Siemens famously lost the mobile phone market because their devices were designed for business use. No camera, no fancy stuff, bad interfaces, boring. Who wantet those if you don't have to. Right. Nobody. Who wants to use specialist devices for text communication if you can have those touchy screen smarties which can do so much more... and do text quite well too?

That's why RIM is panicking. That's why Nokia is very worried. That's why PC and netbook manufacturers get into tablets and smarties. That's why electronic entertainment companies have also woken up to the trend.

DB Equity Research is just an early bird. Corporate IT will undergo a change similar the time when LAN made it possible to connect PCs, only this time the switch will be lightening fast in comparison. RIM needs to make this corporate game console called playbook work, if not they are toast.

And the idea behind the playbook is good, basically a thin client tablet which tries to store as little data locally as possible. Problem is that RIM won't be able to leverage the existing RIM infrastructure without major upgrades. Of course this is a business opportunity for RIM.

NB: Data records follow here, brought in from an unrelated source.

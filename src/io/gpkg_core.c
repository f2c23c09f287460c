/*
** io/gpkg_core.c -- what every GeoPackage this project writes begins with
** (the inventory's, io/gpkg_write.c, and a part's, io/part_write.c): the
** core tables and the definition of WGS 84, kept in one place so the two
** files stay the same GeoPackage; and the test both readers make of an
** SQLite file's header.
*/
#include <string.h>

#include "ioInt.h"

/* EPSG's WKT 1 definition of WGS 84 (EPSG:4326), as in the GeoPackage
** specification's table of the mandatory rows. */
const char st_gpkg_wgs84_wkt[] =
    "GEOGCS[\"WGS 84\",DATUM[\"WGS_1984\",SPHEROID[\"WGS 84\",6378137,"
    "298.257223563,AUTHORITY[\"EPSG\",\"7030\"]],AUTHORITY[\"EPSG\",\"6326\"]],"
    "PRIMEM[\"Greenwich\",0,AUTHORITY[\"EPSG\",\"8901\"]],UNIT[\"degree\","
    "0.0174532925199433,AUTHORITY[\"EPSG\",\"9122\"]],AUTHORITY[\"EPSG\",\"4326\"]]";

/* Core tables, as GeoPackage 1.2 Annex C defines them, and two of the
** three mandatory spatial reference systems (Req 10, 11, 13, 21, 58; the
** writers insert EPSG:4326 with st_gpkg_wgs84_wkt). */
const char st_gpkg_core_sql[] =
    "CREATE TABLE gpkg_spatial_ref_sys (srs_name TEXT NOT NULL, "
    "srs_id INTEGER NOT NULL PRIMARY KEY, organization TEXT NOT NULL, "
    "organization_coordsys_id INTEGER NOT NULL, definition TEXT NOT NULL, "
    "description TEXT);"
    "CREATE TABLE gpkg_contents (table_name TEXT NOT NULL PRIMARY KEY, "
    "data_type TEXT NOT NULL, identifier TEXT UNIQUE, description TEXT DEFAULT '', "
    "last_change DATETIME NOT NULL DEFAULT (strftime('%Y-%m-%dT%H:%M:%fZ','now')), "
    "min_x DOUBLE, min_y DOUBLE, max_x DOUBLE, max_y DOUBLE, srs_id INTEGER, "
    "CONSTRAINT fk_gc_r_srs_id FOREIGN KEY (srs_id) REFERENCES "
    "gpkg_spatial_ref_sys(srs_id));"
    "CREATE TABLE gpkg_geometry_columns (table_name TEXT NOT NULL, "
    "column_name TEXT NOT NULL, geometry_type_name TEXT NOT NULL, "
    "srs_id INTEGER NOT NULL, z TINYINT NOT NULL, m TINYINT NOT NULL, "
    "CONSTRAINT pk_geom_cols PRIMARY KEY (table_name, column_name), "
    "CONSTRAINT uk_gc_table_name UNIQUE (table_name), "
    "CONSTRAINT fk_gc_tn FOREIGN KEY (table_name) REFERENCES gpkg_contents(table_name), "
    "CONSTRAINT fk_gc_srs FOREIGN KEY (srs_id) REFERENCES gpkg_spatial_ref_sys (srs_id));"
    "INSERT INTO gpkg_spatial_ref_sys VALUES ('Undefined cartesian SRS', -1, 'NONE', -1, "
    "'undefined', 'undefined cartesian coordinate reference system');"
    "INSERT INTO gpkg_spatial_ref_sys VALUES ('Undefined geographic SRS', 0, 'NONE', 0, "
    "'undefined', 'undefined geographic coordinate reference system');";

static uint32_t be32(const unsigned char *p)
{
    return (uint32_t)p[0] << 24 | (uint32_t)p[1] << 16 | (uint32_t)p[2] << 8 | p[3];
}

/* SQLite reads a short last page as zeros, so a file cut inside its last
** page would pass unnoticed: compare the size with the page count the
** header states (trusted when the "version-valid-for" number at offset 92
** equals the change counter at offset 24, as SQLite does). */
int st_sqlite_header_check(const unsigned char *h, size_t n, long long size, long long *stated)
{
    if (n < 16 || memcmp(h, "SQLite format 3", 16) != 0)
        return ST_SQLITE_NOT_SQLITE;
    if (n < 100)
        return ST_SQLITE_SHORT_HEADER;
    long long page = (long long)(h[16] << 8 | h[17]);
    if (page == 1)
        page = 65536;
    long long pages = be32(h + 28);
    *stated = page * pages;
    if (pages && be32(h + 92) == be32(h + 24) && page * pages > size)
        return ST_SQLITE_TRUNCATED;
    return ST_SQLITE_OK;
}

But if their corporate customers need to decide on new investments to make it work, they can also switch suppliers. Like ChromeOS, Android and iOS corporate apps which are designed to keep as little data as possible and erase it when idling. Developing reasonably secure context aware apps through tunnels is probably a lot cheaper and you can test the stuff cheaply in trial and error pilots. And with smart mobile devices, we can finally explore more natural and secure authentication methods.

I guess you won't have a problem finding beta users for corporate apps if these lucky ones get a new iPad 2 or some new sexy Android / ChromeOS tablet. The IT departments will face totally new challenges, like managing waiting lists for trials.